Because analyzing long lists of transactions can be cumbersome, our Statistics area’s filters and grouping options give you high-performance access to our database so that you can rapidly analyze the data at different angles to detect patterns or errors. And from your statistics results, you can use shortcuts to jump over into sub detailed lists of transactions, saving you lots of time and reducing your list to the real transactions of interest.
You can save your custom search settings so that you do not have to set up all your filters again the next time you log in. Once saved, these become your “Pre-defined” Statistics.
You have the ability to control how your Statistics appear, what data is shown and for when.
The most important fields concerning the layout of your output are ‘Display’ and ‘Output mode’.
Grouping your statistics results helps you break your output up into smaller chunks:
Let’s look at an example in which grouping helps us use our statistics output intelligently.
We want to view the acceptance rates for our e-commerce business last month. But more specifically, we want to see how we fared among the different card issuers, and if the level of card made a difference. Therefore, we set our grouping levels accordingly:
And now we can see the conversion ratio for each card-issuing bank. For this bank, we see that we perform better with the higher-level card:
For the next bank, compared to the 50% acceptance seen above, we performed a bit better with the Classic level card:
We could also compare refund success rate, the number of chargebacks coming from each issuer, our rebill success rate among the issuers, or even see which issuer most of our fraud alerts are coming from. And here we could also check if the card level has anything to do with it:
Furthermore, if we have merchant accounts with more than one acquiring bank, we could actually compare these statistics results in terms of acquirer:
We could then see which acquirer does better (or worse) with a given card issuer:
Uncovering these type of statistics could help us determine new transaction routing rules that could be implemented in order to make our e-commerce business more successful.

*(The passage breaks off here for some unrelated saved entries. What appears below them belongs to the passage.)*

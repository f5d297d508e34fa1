/** Names the engine prints: bikes, runs and correction standards. */
import { CORRECTION_STANDARDS } from '@shared/analysis/correction';

export const bikeLabel = (b: { year: number | null; make: string; model: string }) => [b.year, b.make, b.model].filter((v) => v !== null && v !== undefined && v !== '').join(' ');
export const runName = (r: { label: string | null; sequence: number; stage: { name: string } | null }) => r.label || `${r.stage?.name ?? 'Unstaged'} · run ${r.sequence}`;
export const standardLabel = (s: string) => CORRECTION_STANDARDS.find((c) => c.id === s)?.label ?? s;
export const r4 = (v: number) => Math.round(v * 1e4) / 1e4;
export const r3 = (v: number) => Math.round(v * 1e3) / 1e3;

Next, controlling the time period for which you want us to compute your data is also a major control:
The ‘Start’ date field is auto-filled to a week prior but you can change it via the calendar
Next to the Start date field you’ll find a switch. Use it to toggle the end date limit between a period of time or a specific stop date:
Finally, the ‘Unit’ drop-down list lets you choose the granularity of your statistical output: you can aggregate your data into chunks of one hour, one day, one week or one month.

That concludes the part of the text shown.